こういった迷子問題を解消するために、ワンストップ相談窓口を創設し、そこに連絡したら担当省庁に繋いでいただける仕組みを作って欲しい。
■鉄道駅バリアフリー料金制度に関連し、ホーム全体の段差と隙間の解消の推進。
関東の事業者は2箇所程度の段差と隙間の解消が多い。都市部では新型車両はすべての車両に車椅子スペースが設けられている。すべての乗降口から単独で乗降できるようにホーム全体を整備し、すべての乗降口から単独で乗降できるように整備してほしい。

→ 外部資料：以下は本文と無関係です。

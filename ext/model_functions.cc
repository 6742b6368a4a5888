// Scalars against a model: fitted values, limits, residuals, notes, single figures.
#include <cmath>
#include <string>

#include "core/support/text.h"
#include "ext/function_tables.h"
#include "ext/model_argument.h"
#include "ext/model_facts.h"
#include "ext/results.h"

namespace ladderline {
namespace {

// Whether a result is a model: quotes inside other texts of JSON are escaped.
bool MayBeModel(std::string_view text) {
  return text.find("\"ladderline_model\"") != std::string_view::npos;
}

// The sound model of a call, with the row of inputs from argument `first` on resolved; null where
// the answer is NULL.
const ModelInHand* Ask(const Call& call, int first) {
  ModelInHand* model = ModelArgument(call);
  if (model == nullptr || !model->predictor) return nullptr;
  ReadInputs(call, first, *model);
  return model;
}

// A value of the response in original units: a date where the response is one.
void ReturnResponse(const Call& call, const ModelInHand& model, double value) {
  const ModelColumn& response = model.model().response();
  if (response.IsDate() && !std::isnan(value)) {
    call.Return(RawValueText(response, value));
  } else {
    call.Return(value);
  }
}

void FittedScale(Call& call) {
  const ModelInHand* model = Ask(call, 1);
  if (model == nullptr) return call.ReturnNull();
  call.Return(model->predictor->FittedScale(model->row));
}

template <double (Predictor::*value)(const PredictionRow&) const>
void Fitted(Call& call) {
  const ModelInHand* model = Ask(call, 1);
  if (model == nullptr) return call.ReturnNull();
  ReturnResponse(call, *model, ((*model->predictor).*value)(model->row));
}

template <Interval (Predictor::*limits)(const PredictionRow&, double) const, double Interval::*end>
void Limit(Call& call) {
  ModelInHand* model = ModelArgument(call);
  if (model == nullptr || !model->predictor) return call.ReturnNull();
  const std::optional<double> level = LevelBeforeInputs(call, 1);
  ReadInputs(call, 2, *model);
  if (!level) return call.ReturnNull();
  ReturnResponse(call, *model, ((*model->predictor).*limits)(model->row, *level).*end);
}

void Residual(Call& call) {
  const ModelInHand* model = Ask(call, 2);
  if (model == nullptr) return call.ReturnNull();
  const double y = ResponseArgument(call, 1, model->model());
  call.Return(model->predictor->Residual(model->row, y));
}

// A row of weight 0 was not fitted: it has none of the figures of fitted rows.
bool HasWeight(const ModelInHand& model) { return model.weight && *model.weight > 0; }

template <double (Predictor::*figure)(const PredictionRow&, double, double) const>
void FittedRow(Call& call) {
  const ModelInHand* model = Ask(call, 2);
  if (model == nullptr) return call.ReturnNull();
  const double y = ResponseArgument(call, 1, model->model());
  if (!HasWeight(*model)) return call.ReturnNull();
  call.Return(((*model->predictor).*figure)(model->row, y, *model->weight));
}

void Leverage(Call& call) {
  const ModelInHand* model = Ask(call, 1);
  if (model == nullptr || !HasWeight(*model)) return call.ReturnNull();
  call.Return(model->predictor->Leverage(model->row, *model->weight));
}

void FitNote(Call& call) {
  ModelInHand* model = ModelArgument(call);
  if (model == nullptr) return call.Return(ProblemOf(nullptr));
  if (!model->predictor) return call.Return("no model: " + ProblemOf(&model->model()));
  ReadInputs(call, 1, *model);
  const std::string note = model->predictor->Note(model->inputs, model->row);
  if (note.empty()) return call.ReturnNull();
  call.Return(note);
}

void Coefficient(Call& call) {
  const ModelInHand* model = ModelArgument(call);
  const std::optional<std::string_view> name = call.Text(1);
  if (model == nullptr || !name) return call.ReturnNull();
  for (const ModelTerm& term : model->model().terms) {
    if (term.name == *name) return call.Return(term.coefficient);
  }
  call.ReturnNull();
}

void ModelProblem(Call& call) {
  const ModelInHand* model = ModelArgument(call);
  const std::string problem = ProblemOf(model == nullptr ? nullptr : &model->model());
  if (problem.empty()) return call.ReturnNull();
  call.Return(problem);
}

void Flaw(Call& call) {
  if (const std::optional<std::string> flaw = ModelFlaw(call, 0)) return call.Return(*flaw);
  call.ReturnNull();
}

void ReturnCell(const Call& call, const Cell& cell) {
  if (const auto* integer = std::get_if<std::int64_t>(&cell)) {
    call.Return(*integer);
  } else if (const auto* number = std::get_if<double>(&cell)) {
    call.Return(*number);
  } else if (const auto* text = std::get_if<std::string>(&cell)) {
    call.Return(std::string_view(*text));
  } else {
    call.ReturnNull();
  }
}

template <class Names, class NameOf>
std::string OneOf(const Names& names, NameOf&& name_of) {
  std::string requirement;
  for (const auto& name : names)
    requirement += (requirement.empty() ? "must be one of " : ", ") + std::string(name_of(name));
  return requirement;
}

void Fact(Call& call) {
  const std::optional<std::string_view> text = call.Text(0), name = call.Text(1);
  if (!text || IsBlank(*text) || !name) return call.ReturnNull();
  if (MayBeModel(*text)) {
    const auto facts = FactsOf(ModelArgument(call)->model());
    for (const auto& [known, value] : facts) {
      if (known == *name) return ReturnCell(call, value);
    }
    call.ThrowBad(1, OneOf(facts, [](const auto& fact) { return fact.first; }));
  }
  const std::optional<ResultFact> fact = FactOfResult(*text, *name);
  if (!fact) call.ThrowBad(0, "must be a model or another JSON result of this extension");
  if (!fact->known) call.ThrowBad(1, OneOf(fact->keys, [](std::string_view key) { return key; }));
  ReturnCell(call, fact->value);
}

constexpr const char* kDuan = "Duan, \"Smearing Estimate\", J. Amer. Statist. Assoc. 78 (1983)";
constexpr const char* kInfluence = "Belsley, Kuh & Welsch, Regression Diagnostics (1980)";

// A model of four rows, then a question to it.
#define LADDERLINE_EXAMPLE(question)                                                               \
  "SELECT " question                                                                               \
  " FROM (SELECT ols_model('cost | log_offset', cost, 'age', age) AS m FROM (SELECT 120 AS cost, " \
  "10 AS age UNION ALL SELECT 300, 40 UNION ALL SELECT 90, 5 UNION ALL SELECT 240, 31))"

constexpr FunctionRow kRows[] = {
    Scalar("fitted_typical", 1, kAnyCount, "model, inputs…", Fitted<&Predictor::FittedTypical>,
           "The fitted response in original units: a median-type value when the response is "
           "transformed. Inputs in the order of model_columns or as label–value pairs.",
           "", LADDERLINE_EXAMPLE("fitted_typical(m, 25)")),
    Scalar("fitted_mean", 1, kAnyCount, "model, inputs…", Fitted<&Predictor::FittedMean>,
           "The fitted mean in original units: the one to add up.", kDuan,
           LADDERLINE_EXAMPLE("fitted_mean(m, 25)")),
    Scalar("fitted_scale", 1, kAnyCount, "model, inputs…", FittedScale,
           "The fitted response on its transformed scale.", "",
           LADDERLINE_EXAMPLE("fitted_scale(m, 25)")),
    Scalar("typical_low", 2, kAnyCount, "model, level, inputs…",
           Limit<&Predictor::TypicalLimits, &Interval::low>,
           "Lower limit of the fitted curve at a level such as 0.95.", "",
           LADDERLINE_EXAMPLE("typical_low(m, 0.95, 25)")),
    Scalar("typical_high", 2, kAnyCount, "model, level, inputs…",
           Limit<&Predictor::TypicalLimits, &Interval::high>, "Upper limit of the fitted curve.",
           "", LADDERLINE_EXAMPLE("typical_high(m, 0.95, 25)")),
    Scalar("case_low", 2, kAnyCount, "model, level, inputs…",
           Limit<&Predictor::CaseLimits, &Interval::low>, "Lower limit for one new case.", "",
           LADDERLINE_EXAMPLE("case_low(m, 0.95, 25)")),
    Scalar("case_high", 2, kAnyCount, "model, level, inputs…",
           Limit<&Predictor::CaseLimits, &Interval::high>, "Upper limit for one new case.", "",
           LADDERLINE_EXAMPLE("case_high(m, 0.95, 25)")),
    Scalar("residual", 2, kAnyCount, "model, y, inputs…", Residual,
           "Observed less fitted, on the transformed scale.", "",
           LADDERLINE_EXAMPLE("residual(m, 240, 31)")),
    Scalar("studentized_residual", 2, kAnyCount, "model, y, inputs…",
           FittedRow<&Predictor::StudentizedResidual>,
           "A fitted row's residual against the spread of all other rows (external).", kInfluence,
           LADDERLINE_EXAMPLE("studentized_residual(m, 240, 31)")),
    Scalar("leverage", 1, kAnyCount, "model, inputs…", Leverage,
           "How much the fit of a row depends on that row alone, 0 to 1 for fitted rows.",
           kInfluence, LADDERLINE_EXAMPLE("leverage(m, 31)")),
    Scalar("cooks_distance", 2, kAnyCount, "model, y, inputs…",
           FittedRow<&Predictor::CooksDistance>,
           "How far all coefficients would move without this fitted row.",
           "Cook, Technometrics 19 (1977)", LADDERLINE_EXAMPLE("cooks_distance(m, 240, 31)")),
    Scalar("fit_note", 1, kAnyCount, "model, inputs…", FitNote,
           "NULL when the row is usable and inside what was fitted, else the reasons in words.", "",
           LADDERLINE_EXAMPLE("fit_note(m, 212)")),
    Scalar("coefficient", 2, 2, "model, term", Coefficient,
           "The coefficient of a term; NULL when the model lacks it or it was left out.", "",
           LADDERLINE_EXAMPLE("coefficient(m, 'age')")),
    Scalar("model_problem", 1, 1, "model", ModelProblem,
           "NULL for a sound model, else why it cannot be used.", "", "SELECT model_problem(NULL)"),
    Scalar("model_flaw", 1, 1, "model", Flaw,
           "NULL for the text of a model, fitted or refused, else what is wrong with it: never an "
           "error, so that a query can pass over what it cannot read.",
           "", "SELECT model_flaw('no model')"),
    Scalar("fact", 2, 2, "result, name", Fact,
           "One figure or text out of a model or any JSON result of this extension.", "",
           LADDERLINE_EXAMPLE("fact(m, 'r_squared')")),
};

}  // namespace

std::span<const FunctionRow> ModelFunctions() { return kRows; }

}  // namespace ladderline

■TOKYO2020アクセシビリティ・ガイドラインの義務基準への反映。
東京オリパラ後に各地で建設されたスタジアムは、残念な整備が多い。東京オリパラで実現したことが引き継がれずに、以前の古い基準で整備されてしまっている。原因は、国基準ではガイドラインしかないため。国基準で義務化に反映することが必要。
むすびに
参加された議員からは、「わかりやすい窓口が必要。全部つながるワンストップ窓口を作る必要あり」「参議院選挙、選挙公報のバリアフリー化の推進」「先日起きた奈良の視覚障害者の踏切事故への対策が必要」といった意見が出されました。
障害者団体からは当日の口頭だけでなく、事前に要望書が出され、省庁からの回答も頂いております。今回も多くの要望が出されましたが、ぜひとも各省庁におかれましては、真摯に受け止めていただき、さらなる取り組みをお願い致します。